WORK TO COMPLETE: Below are several entries. Transcribe exactly those lines that fall from the one with "private onMouseDown(e: MouseEvent): void" through the one with "its formula cell", end lines included.

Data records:
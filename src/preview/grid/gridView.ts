/**
 * The workbook grid: one sheet as a table of cells with a roving focus, mouse and keyboard
 * selection, and an in-cell editor. Values come from the PreviewWorkbook; spilled arrays and
 * errors are styled, an error's message is the cell's title.
 */
import { a1, columnLetters } from "../workbook/addresses";
import { DecorStore, formatNumber, type CellDecor } from "../workbook/cellDecor";
import type { CellRect, CellView, PreviewWorkbook } from "../workbook/previewWorkbook";
import { el } from "../../taskpane/panel/dom";
import { editKey, gridAction } from "./gridKeys";
import { contains, moved, rectOf, single, type CellPos, type Selection } from "./selection";

/** Extra empty rows and columns shown past the used area, so there is room to type. */
const SPARE_ROWS = 12;
const SPARE_COLS = 3;
const MIN_ROWS = 40;
const MIN_COLS = 12;
const DEFAULT_WIDTH = 92;
const ROW_HEAD_WIDTH = 44;

export interface GridEvents {
  /** The selection or the sheet changed. */
  selectionChanged(): void;
  /** A cell is being edited; `text` is what is typed so far (for the formula bar). */
  editing(text: string): void;
  /** An edit was refused (the message says why). */
  editRefused(message: string): void;
}

export class GridView {
  readonly element: HTMLElement;
  private readonly table: HTMLTableElement;
  private cells: HTMLTableCellElement[][] = [];
  private rows = 0;
  private cols = 0;
  private sheetName = "";
  private sel: Selection = single({ row: 0, col: 0 });
  private readonly selections = new Map<string, Selection>();
  private readonly widths = new Map<string, Record<number, number>>();
  private dragging = false;
  private editor?: { input: HTMLInputElement; pos: CellPos };

  constructor(
    private readonly workbook: PreviewWorkbook,
    private readonly events: GridEvents,
    private readonly decor: DecorStore = new DecorStore(),
    id = "sheet-grid",
  ) {
    this.table = el("table", { class: "grid", role: "grid", id, "aria-multiselectable": "true" });
    this.element = el("div", { class: "grid-scroll" }, this.table);
    this.table.addEventListener("keydown", (e) => this.onKey(e));
    this.table.addEventListener("mousedown", (e) => this.onMouseDown(e));
    this.table.addEventListener("mouseover", (e) => this.onMouseOver(e));
    this.table.addEventListener("dblclick", (e) => {
      if (this.posOf(e.target)) this.startEdit();
    });
    window.addEventListener("mouseup", () => (this.dragging = false));
  }

  get sheet(): string {
    return this.sheetName;
  }

  get selection(): Selection {
    return this.sel;
  }

  selectedRect(): CellRect {
    return rectOf(this.sel);
  }

  /** Column widths in pixels for one sheet (column index -> width). */
  setColumnWidths(sheet: string, widths: Record<number, number>): void {
    this.widths.set(sheet, { ...(this.widths.get(sheet) ?? {}), ...widths });
    if (sheet === this.sheetName) this.build();
  }

  showSheet(name: string): void {
    if (this.sheetName) this.selections.set(this.sheetName, this.sel);
    this.cancelEdit();
    this.sheetName = name;
    this.sel = this.selections.get(name) ?? single({ row: 0, col: 0 });
    this.table.setAttribute("aria-label", `Sheet ${name}`);
    this.build();
    this.element.scrollTo({ top: 0, left: 0 });
    this.revealActive();
    this.events.selectionChanged();
  }

  /** Selects a range (growing the shown area if needed) and moves the focus to its first cell. */
  select(rect: CellRect, focus = true): void {
    this.sel = { anchor: { row: rect.top, col: rect.left }, active: { row: rect.top, col: rect.left } };
    if (rect.bottom !== rect.top || rect.right !== rect.left) {
      this.sel = { anchor: { row: rect.bottom, col: rect.right }, active: { row: rect.top, col: rect.left } };
    }
    if (rect.bottom >= this.rows || rect.right >= this.cols) this.build(rect.bottom + 1, rect.right + 1);
    this.paintSelection();
    if (focus) this.focusActive();
    else this.revealActive();
    this.events.selectionChanged();
  }

  /** Re-reads every shown cell (after edits or writes); grows the table when the sheet grew. */
  refresh(): void {
    if (!this.workbook.sheetNames().includes(this.sheetName)) return;
    const size = this.workbook.size(this.sheetName);
    if (size.rows + SPARE_ROWS > this.rows || size.cols + SPARE_COLS > this.cols) {
      this.build();
      return;
    }
    for (let r = 0; r < this.rows; r++) for (let c = 0; c < this.cols; c++) this.paintCell(r, c);
  }

  focusActive(): void {
    this.cellAt(this.sel.active)?.focus();
  }

  /** Scrolls the active cell into view without moving the focus. */
  revealActive(): void {
    this.cellAt(this.sel.active)?.scrollIntoView({ block: "nearest", inline: "nearest" });
  }

  private build(minRows = 0, minCols = 0): void {
    const size = this.workbook.size(this.sheetName);
    const hadFocus = this.table.contains(document.activeElement);
    this.rows = Math.max(MIN_ROWS, size.rows + SPARE_ROWS, minRows, this.sel.active.row + 1);
    this.cols = Math.max(MIN_COLS, size.cols + SPARE_COLS, minCols, this.sel.active.col + 1);
    const widths = this.widths.get(this.sheetName) ?? {};
    const colgroup = el("colgroup", {}, el("col", { style: `width:${ROW_HEAD_WIDTH}px` }));
    let tableWidth = ROW_HEAD_WIDTH;
    const headRow = el("tr", {}, el("th", { class: "corner" }, el("span", { class: "visually-hidden", text: "Row" })));
    for (let c = 0; c < this.cols; c++) {
      const w = widths[c] ?? DEFAULT_WIDTH;
      tableWidth += w;
      colgroup.append(el("col", { style: `width:${w}px` }));
      const th = el("th", { scope: "col", class: "col-head", text: columnLetters(c) });
      th.dataset.col = String(c);
      th.title = `Select the used part of column ${columnLetters(c)}`;
      headRow.append(th);
    }
    const body = el("tbody");
    this.cells = [];
    for (let r = 0; r < this.rows; r++) {
      const tr = el("tr", {}, el("th", { scope: "row", class: "row-head", text: String(r + 1) }));
      const line: HTMLTableCellElement[] = [];
      for (let c = 0; c < this.cols; c++) {
        // No role or tabindex per cell: a td in a role="grid" table is a grid cell already, and only
        // the active cell is focusable (roving focus). This keeps thousands of cells light.
        const td = el("td");
        td.dataset.cell = a1(r, c);
        tr.append(td);
        line.push(td);
      }
      this.cells.push(line);
      body.append(tr);
    }
    this.table.replaceChildren(colgroup, el("thead", {}, headRow), body);
    this.table.style.width = `${tableWidth}px`;
    this.table.setAttribute("aria-rowcount", String(this.rows + 1));
    this.table.setAttribute("aria-colcount", String(this.cols + 1));
    for (let r = 0; r < this.rows; r++) for (let c = 0; c < this.cols; c++) this.paintCell(r, c);
    this.paintSelection();
    if (hadFocus) this.focusActive();
  }

  private paintCell(r: number, c: number): void {
    const td = this.cells[r][c];
    if (this.editor && this.editor.pos.row === r && this.editor.pos.col === c) return;
    const view = this.workbook.cell(this.sheetName, r, c);
    const right = c + 1 < this.cols ? this.workbook.cell(this.sheetName, r, c + 1) : undefined;
    const decor = this.decor.get(this.sheetName, r, c);
    const flag = view.kind === "number" ? this.decor.flagged(this.sheetName, r, c, view.value as number) : undefined;
    const text = view.kind === "number" && decor?.format ? formatNumber(view.value as number, decor.format) : view.text;
    td.className = cellClasses(view, right, decor, flag !== undefined);
    if (td.classList.contains("overflow")) {
      // Long text runs on over the empty cells to its right, and stops at the next cell in use.
      td.replaceChildren(el("span", { class: "overflow-text", style: `max-width:${this.overflowWidth(r, c)}px`, text }));
    } else td.textContent = text;
    if (view.kind === "number") td.dataset.value = String(view.value);
    else delete td.dataset.value;
    td.dataset.kind = view.kind;
    const title = [cellTitle(view), decor?.note, flag].filter(Boolean).join("\n");
    if (title) td.title = title;
    else td.removeAttribute("title");
  }

  private columnWidth(c: number): number {
    return this.widths.get(this.sheetName)?.[c] ?? DEFAULT_WIDTH;
  }

  /** Pixels from a cell's left edge to the next cell in use on its row (at most 30 columns on). */
  private overflowWidth(r: number, c: number): number {
    let width = this.columnWidth(c) - 8;
    for (let k = c + 1; k < Math.min(this.cols, c + 30); k++) {
      if (this.workbook.cell(this.sheetName, r, k).kind !== "empty") break;
      width += this.columnWidth(k);
    }
    return width;
  }

  private paintSelection(): void {
    const rect = rectOf(this.sel);
    for (let r = 0; r < this.rows; r++) {
      for (let c = 0; c < this.cols; c++) {
        const td = this.cells[r][c];
        const inside = contains(rect, r, c);
        const active = r === this.sel.active.row && c === this.sel.active.col;
        if (inside) td.setAttribute("aria-selected", "true");
        else td.removeAttribute("aria-selected");
        td.classList.toggle("in-selection", inside);
        td.classList.toggle("active", active);
        if (active) td.tabIndex = 0;
        else td.removeAttribute("tabindex");
      }
    }
  }

  private cellAt(pos: CellPos): HTMLTableCellElement | undefined {
    return this.cells[pos.row]?.[pos.col];
  }

  private posOf(target: EventTarget | null): CellPos | undefined {
    const td = (target as HTMLElement | null)?.closest?.("td[data-cell]") as HTMLTableCellElement | null;
    if (!td) return undefined;
    const tr = td.parentElement as HTMLTableRowElement;
    return { row: tr.sectionRowIndex, col: td.cellIndex - 1 };
  }

  private setSelection(next: Selection): void {
    this.sel = next;
    if (next.active.row >= this.rows - 2 || next.active.col >= this.cols - 1) {
      this.build(next.active.row + SPARE_ROWS, next.active.col + SPARE_COLS);
    }
    this.paintSelection();
    this.focusActive();
    this.events.selectionChanged();
  }

  private onMouseDown(e: MouseEvent): void {
    if (e.button !== 0) return;
    const head = (e.target as HTMLElement).closest("th.col-head") as HTMLElement | null;
    if (head) {
      e.preventDefault();
      this.selectColumn(Number(head.dataset.col));
      return;
    }
    const pos = this.posOf(e.target);
    if (!pos) return;
    if (this.editor && this.editor.input === e.target) return;
    if (this.editor) this.commitEdit(this.editor.input.value, 0, 0);
    e.preventDefault();
    this.dragging = true;
    this.setSelection(e.shiftKey ? { anchor: this.sel.anchor, active: pos } : single(pos));
  }

  private onMouseOver(e: MouseEvent): void {
    if (!this.dragging) return;
    const pos = this.posOf(e.target);
    if (pos && (pos.row !== this.sel.active.row || pos.col !== this.sel.active.col)) {
      this.setSelection({ anchor: this.sel.anchor, active: pos });
    }
  }

  /** The used part of a column: from row 1 to the sheet's last used row. */
  private selectColumn(col: number): void {
    const last = Math.max(0, this.workbook.size(this.sheetName).rows - 1);
    this.setSelection({ anchor: { row: last, col }, active: { row: 0, col } });
  }

  private onKey(e: KeyboardEvent): void {
    if (this.editor) return; // the editor handles its own keys
    const action = gridAction(e);
    switch (action.type) {
      case "move":
        e.preventDefault();
        this.setSelection(moved(this.sel, action.dRow, action.dCol, action.extend, this.rows + 1000, this.cols + 100));
        break;
      case "edit":
        e.preventDefault();
        this.startEdit(action.initial);
        break;
      case "clear":
        e.preventDefault();
        this.clearSelection();
        break;
      case "select-column":
        e.preventDefault();
        this.selectColumn(this.sel.active.col);
        break;
    }
  }

  private clearSelection(): void {
    const r = rectOf(this.sel);
    for (let row = r.top; row <= r.bottom; row++) {
      for (let col = r.left; col <= r.right; col++) {
        const view = this.workbook.cell(this.sheetName, row, col);
        if (view.spill === "part") continue; // cleared with its formula cell
        const result = this.workbook.setInput(this.sheetName, row, col, "");
        if (!result.ok) this.events.editRefused(result.message);
      }
    }
  }

  /** Opens the in-cell editor: with `initial` it replaces the contents, otherwise it edits them. */
  startEdit(initial?: string): void {
    const pos = { ...this.sel.active };
    const td = this.cellAt(pos);
    if (!td) return;
    const current = this.workbook.input(this.sheetName, pos.row, pos.col);
    const input = el("input", {
      type: "text",
      class: "cell-editor",
      spellcheck: "false",
      autocomplete: "off",
      "aria-label": `Edit ${a1(pos.row, pos.col)}`,
    });
    input.value = initial ?? (current.spilledFrom ? "" : current.text);
    this.editor = { input, pos };
    td.textContent = "";
    td.classList.add("editing");
    td.append(input);
    input.focus();
    input.setSelectionRange(input.value.length, input.value.length);
    this.events.editing(input.value);
    input.addEventListener("input", () => this.events.editing(input.value));
    input.addEventListener("keydown", (e) => {
      const k = editKey(e);
      if (k.type === "commit") {
        e.preventDefault();
        this.commitEdit(input.value, k.dRow, k.dCol);
      } else if (k.type === "cancel") {
        e.preventDefault();
        this.cancelEdit();
        this.focusActive();
        this.events.selectionChanged();
      }
      e.stopPropagation();
    });
    input.addEventListener("blur", () => {
      if (this.editor?.input === input) this.commitEdit(input.value, 0, 0, false);
    });
  }

  /** Writes `text` into the active cell and moves by (dRow, dCol). */
  commitEdit(text: string, dRow: number, dCol: number, focus = true): void {
    const pos = this.editor ? this.editor.pos : this.sel.active;
    this.closeEditor();
    const result = this.workbook.setInput(this.sheetName, pos.row, pos.col, text);
    this.paintCell(pos.row, pos.col);
    if (focus) {
      // A refused edit keeps the cell selected, so the message sits beside it.
      this.setSelection(result.ok ? moved(single(pos), dRow, dCol, false, this.rows + 1000, this.cols + 100) : single(pos));
    }
    if (!result.ok) this.events.editRefused(result.message);
  }

  cancelEdit(): void {
    const pos = this.editor?.pos;
    this.closeEditor();
    if (pos) this.paintCell(pos.row, pos.col);
  }

  private closeEditor(): void {
    if (!this.editor) return;
    const { input, pos } = this.editor;
    this.editor = undefined;
    input.remove();
    this.cellAt(pos)?.classList.remove("editing");
  }
}

function cellClasses(view: CellView, right: CellView | undefined, decor: CellDecor | undefined, flagged: boolean): string {
  const classes = [`k-${view.kind}`];
  if (decor?.role) classes.push(`role-${decor.role}`);
  if (decor?.note) classes.push("has-note");
  if (flagged) classes.push("flagged");
  if (view.spill === "anchor") classes.push("spill-anchor");
  if (view.spill === "part") classes.push("spill-part");
  if (view.hasFormula) classes.push("has-formula");
  if (view.kind === "text" && right && right.kind === "empty") classes.push("overflow");
  return classes.join(" ");
}

function cellTitle(view: CellView): string | undefined {
  if (view.error) return `${view.error.code} ${view.error.message}`;
  if (view.spill === "part" && view.spillRange) return `Spilled result (${view.spillRange})`;
  if (view.spill === "anchor" && view.spillRange) return `Formula with a spilled result (${view.spillRange})`;
  if (view.kind === "text" && view.text.length > 12) return view.text; // may be cut off in a narrow column
  return undefined;
}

RESPONSE AREA:
  private onMouseDown(e: MouseEvent): void {
    if (e.button !== 0) return;
    const head = (e.target as HTMLElement).closest("th.col-head") as HTMLElement | null;
    if (head) {
      e.preventDefault();
      this.selectColumn(Number(head.dataset.col));
      return;
    }
    const pos = this.posOf(e.target);
    if (!pos) return;
    if (this.editor && this.editor.input === e.target) return;
    if (this.editor) this.commitEdit(this.editor.input.value, 0, 0);
    e.preventDefault();
    this.dragging = true;
    this.setSelection(e.shiftKey ? { anchor: this.sel.anchor, active: pos } : single(pos));
  }

  private onMouseOver(e: MouseEvent): void {
    if (!this.dragging) return;
    const pos = this.posOf(e.target);
    if (pos && (pos.row !== this.sel.active.row || pos.col !== this.sel.active.col)) {
      this.setSelection({ anchor: this.sel.anchor, active: pos });
    }
  }

  /** The used part of a column: from row 1 to the sheet's last used row. */
  private selectColumn(col: number): void {
    const last = Math.max(0, this.workbook.size(this.sheetName).rows - 1);
    this.setSelection({ anchor: { row: last, col }, active: { row: 0, col } });
  }

  private onKey(e: KeyboardEvent): void {
    if (this.editor) return; // the editor handles its own keys
    const action = gridAction(e);
    switch (action.type) {
      case "move":
        e.preventDefault();
        this.setSelection(moved(this.sel, action.dRow, action.dCol, action.extend, this.rows + 1000, this.cols + 100));
        break;
      case "edit":
        e.preventDefault();
        this.startEdit(action.initial);
        break;
      case "clear":
        e.preventDefault();
        this.clearSelection();
        break;
      case "select-column":
        e.preventDefault();
        this.selectColumn(this.sel.active.col);
        break;
    }
  }

  private clearSelection(): void {
    const r = rectOf(this.sel);
    for (let row = r.top; row <= r.bottom; row++) {
      for (let col = r.left; col <= r.right; col++) {
        const view = this.workbook.cell(this.sheetName, row, col);
        if (view.spill === "part") continue; // cleared with its formula cell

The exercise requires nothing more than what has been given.